Trump menyampaikan komentar publik pertamanya mengenai percakapan telepon tersebut saat berbicara kepada wartawan di Air Force One dalam perjalanan menuju Florida untuk libur Thanksgiving pada Selasa.
Percakapan itu berlangsung setelah panggilan teleponnya dengan Presiden China Xi Jinping, di tengah naiknya tensi Tokyo–Beijing terkait Taiwan.
“Saya juga berbicara sangat baik dengan Presiden Xi dari China, dan saya pikir kawasan itu baik-baik saja,” kata Trump tanpa memberi rincian.
Takaichi mengatakan kepada wartawan di Tokyo bahwa Trump telah memberikan pengarahan mengenai pembicaraannya dengan Xi, namun ia tidak menjelaskan lebih lanjut.
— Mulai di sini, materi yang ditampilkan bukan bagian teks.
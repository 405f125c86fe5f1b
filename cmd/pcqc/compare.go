package main

import (
	"flag"
	"fmt"
	"io"
	"path/filepath"
	"strings"
	"time"

	"pcqc/analysis"
	"pcqc/checks"
	"pcqc/outdir"
	"pcqc/report"
)

var compareCommand = &command{
	name:    "compare",
	summary: "compare two audits: components, subspaces and check statuses",
	usage:   "pcqc compare AUDIT_A AUDIT_B [--out DIR] [--format LIST] [--fail-on LEVEL] [flags]",
	help: `Compare reads two audit folders written by pcqc run or demo (their
model.json and summary.json): for example the same table with and without
excluded samples, two batches, two labs, or this year and last.

Variables are matched by name; those in one audit only are listed, and the
components are compared over the common ones. Every retained component of A
is compared with every one of B by Tucker's congruence, and the components
are paired to maximise the total |congruence| (the Hungarian method, not one
pair at a time). For each pair the report gives the congruence, the
eigenvalue and percentage differences with both audits' bootstrap intervals
where they have them, and the variables whose loadings differ most (B's
signs aligned to A's). It gives the principal angles between the retained
subspaces, and every check's status in both audits, marking those that
changed.

Checks: the same variables; the same number of components; every pair's
congruence above what both audits' bootstraps allow; the largest principal
angle within both audits' bootstrap angles; no check passing in one audit
and failing in the other.

The output folder (default <A>-vs-<B>) holds report.md, report.pdf,
report.html, summary.json and compare-pairs.csv, compare-congruence.csv,
compare-angles.csv, compare-loadings.csv, compare-variables.csv and
compare-checks.csv. A folder that is not a pcqc audit, or a damaged one, is
refused with exit status 2.

Flags:
  --out DIR, --force, --format LIST, --title TEXT, --author TEXT,
  --date YYYY-MM-DD, --fail-on LEVEL, --quiet, as for run
`,
	run: runCompare,
}

func runCompare(args []string, stdout, stderr io.Writer) (int, error) {
	fs := flag.NewFlagSet("compare", flag.ContinueOnError)
	var f auditFlags
	fs.StringVar(&f.out, "out", "", "")
	fs.BoolVar(&f.force, "force", false, "")
	fs.BoolVar(&f.quiet, "quiet", false, "")
	fs.StringVar(&f.failOn, "fail-on", string(checks.Fail), "")
	fs.StringVar(&f.format, "format", "md,pdf,html", "")
	fs.StringVar(&f.title, "title", "", "")
	fs.StringVar(&f.author, "author", "", "")
	fs.StringVar(&f.date, "date", "", "")
	pos, helped, err := parseCommand("compare", fs, &f, args, 2, "two audit folders", stdout)
	if helped || err != nil {
		return exitOK, err
	}
	dirA, dirB := pos[0], pos[1]
	outGiven := f.out
	if f.out == "" {
		f.out = filepath.Base(filepath.Clean(dirA)) + "-vs-" + filepath.Base(filepath.Clean(dirB))
	}
	level, err := f.failLevel()
	if err != nil {
		return 0, err
	}
	formats, ropt, err := f.reportOptions(time.Now())
	if err != nil {
		return 0, err
	}
	var reads []string
	for _, d := range pos {
		reads = append(reads, filepath.Join(d, "model.json"), filepath.Join(d, "summary.json"))
	}
	if err := outdir.Check(f.out, f.outputOptions(reads)); err != nil {
		return 0, err
	}
	a, err := analysis.LoadAudit(dirA)
	if err != nil {
		return 0, err
	}
	b, err := analysis.LoadAudit(dirB)
	if err != nil {
		return 0, err
	}
	cmp := analysis.CompareAudits(a, b)
	run := report.CompareRun{Cmp: cmp, Checks: checks.RunCompare(cmp)}
	opts := report.Options{
		{Name: "fail_on", Value: f.failOn},
		{Name: "format", Value: f.format},
		{Name: "title", Value: f.title},
		{Name: "author", Value: f.author},
		{Name: "date", Value: f.date},
	}
	meta := report.Meta{Version: Version, Command: compareCommandLine(dirA, dirB, &f, outGiven), Options: opts}

	out, err := f.beginOutput(reads)
	if err != nil {
		return 0, err
	}
	defer setActiveOutput(nil)
	write := func() error {
		if err := report.WriteCompareTables(out.Dir(), run, meta); err != nil {
			return err
		}
		if err := report.WriteCompareReport(out.Dir(), run, meta, ropt, formats); err != nil {
			return err
		}
		return out.Commit()
	}
	if err := write(); err != nil {
		out.Abort()
		return 0, writeFailure(err)
	}
	printCompareSummary(stdout, run)
	reportWritten(stdout, stderr, out)
	if level != "" && checks.Reached(run.Checks, level) {
		return exitChecks, nil
	}
	return exitOK, nil
}

// compareCommandLine is the command for the report's Reproduce section:
// the two folders and every option that differs from its default.
func compareCommandLine(a, b string, f *auditFlags, out string) []string {
	cmd := []string{"pcqc", "compare"}
	var flags []string
	for _, o := range []struct{ name, value, def string }{
		{"fail-on", f.failOn, string(checks.Fail)}, {"format", f.format, "md,pdf,html"},
		{"title", f.title, ""}, {"author", f.author, ""}, {"date", f.date, ""}, {"out", out, ""},
	} {
		if o.value != o.def {
			flags = append(flags, "--"+o.name, o.value)
		}
	}
	if strings.HasPrefix(a, "-") || strings.HasPrefix(b, "-") {
		return append(append(append(cmd, flags...), "--"), a, b)
	}
	return append(append(cmd, a, b), flags...)
}

func printCompareSummary(w io.Writer, run report.CompareRun) {
	c := run.Cmp
	angle := "no principal angles"
	if len(c.Angles) > 0 {
		angle = fmt.Sprintf("largest principal angle %.3g°", c.LargestAngle())
	}
	fmt.Fprintf(w, "pcqc: %d common variables, %d component pairs, %s; verdict %s\n",
		len(c.Common), len(c.Pairs), angle, checks.Verdict(run.Checks))
}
Menurut pemerintah China, Xi mengatakan kepada Trump bahwa kembalinya Taiwan ke China adalah bagian integral dari tatanan internasional pascaperang.
Beijing menyebut Trump menegaskan pemahaman AS mengenai pentingnya isu tersebut bagi China.
Percakapan telepon Trump dengan Xi dan Takaichi terjadi ketika China memperkeras sikap terhadap Takaichi setelah pernyataannya pada 7 November yang menyebut serangan terhadap Taiwan dapat menjadi ancaman eksistensial bagi Jepang dan dapat memicu respons Pasukan Bela Diri Jepang.